**THE TASK:**
Give every entry again, word for word and in full.

**RECORD EXCERPTS:**

+ + + + +

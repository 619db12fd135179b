"""A calibration file with a few values in it, and what fieldsill field says of it."""

from __future__ import annotations

from pathlib import Path
from typing import Any

import pytest

from tests.cli.command import Answer, run
from tests.terms import confirmed

FILE = """
[calibration]
id = "board 7"
date = 2020-01-15
due = {due}
laboratory = "none"
certificate = "K 4711"
valid_temperature_c = [-10, 50]

[detector]
kind = "log"
bits = 12
volts_per_count = 0.001
valid_v = [0.3, 2.2]
curve = [[-60, 2.0], [-30, 1.34], [0, 0.68]]
range_dbm = [-58, -2]
averages = "{averages}"

[[element]]
type = "antenna"
serial = "a1"
certificate = "K 1"
table = [["1GHz", {af}], ["6GHz", {af}]]

[[element]]
type = "cable"
serial = "c1"
certificate = "K 2"
table = [["1GHz", {loss}], ["6GHz", {loss}]]
{more}
[[contribution]]
name = "antenna"
value = 1.0
distribution = "expanded"
k = 2
shared = true
kind = "antenna"

[[contribution]]
name = "mismatch"
value = 0.245
distribution = "u_shaped"
shared = false
kind = "mismatch"
{terms}"""


def ask(
    capsys: pytest.CaptureFixture[str], folder: Path, *arguments: object, **values: object
) -> Answer:
    """The answer for a calibration file with those values in it."""
    said = {"due": "2099-12-31", "averages": "none", "af": 30.0, "loss": 0.0, "more": ""}
    said["terms"] = confirmed()
    path = folder / "calibration.toml"
    path.write_text(FILE.format(**said | values), encoding="utf-8")
    return run(capsys, ["field", "--calibration", path, *arguments])


def figures(
    capsys: pytest.CaptureFixture[str], folder: Path, *arguments: object, **values: object
) -> Any:
    """The JSON of a question that is answered."""
    found = ask(capsys, folder, *arguments, "--json", **values)
    assert found.code == 0, found.err
    return found.document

+ + + + +

**EXPECTED OUTPUT:**
repository 619db12fd135179b
"""A calibration file with a few values in it, and what fieldsill field says of it."""

from __future__ import annotations

from pathlib import Path
from typing import Any

import pytest

from tests.cli.command import Answer, run
from tests.terms import confirmed

FILE = """
[calibration]
id = "board 7"
date = 2020-01-15
due = {due}
laboratory = "none"
certificate = "K 4711"
valid_temperature_c = [-10, 50]

[detector]
kind = "log"
bits = 12
volts_per_count = 0.001
valid_v = [0.3, 2.2]
curve = [[-60, 2.0], [-30, 1.34], [0, 0.68]]
range_dbm = [-58, -2]
averages = "{averages}"

[[element]]
type = "antenna"
serial = "a1"
certificate = "K 1"
table = [["1GHz", {af}], ["6GHz", {af}]]

[[element]]
type = "cable"
serial = "c1"
certificate = "K 2"
table = [["1GHz", {loss}], ["6GHz", {loss}]]
{more}
[[contribution]]
name = "antenna"
value = 1.0
distribution = "expanded"
k = 2
shared = true
kind = "antenna"

[[contribution]]
name = "mismatch"
value = 0.245
distribution = "u_shaped"
shared = false
kind = "mismatch"
{terms}"""


def ask(
    capsys: pytest.CaptureFixture[str], folder: Path, *arguments: object, **values: object
) -> Answer:
    """The answer for a calibration file with those values in it."""
    said = {"due": "2099-12-31", "averages": "none", "af": 30.0, "loss": 0.0, "more": ""}
    said["terms"] = confirmed()
    path = folder / "calibration.toml"
    path.write_text(FILE.format(**said | values), encoding="utf-8")
    return run(capsys, ["field", "--calibration", path, *arguments])


def figures(
    capsys: pytest.CaptureFixture[str], folder: Path, *arguments: object, **values: object
) -> Any:
    """The JSON of a question that is answered."""
    found = ask(capsys, folder, *arguments, "--json", **values)
    assert found.code == 0, found.err
    return found.document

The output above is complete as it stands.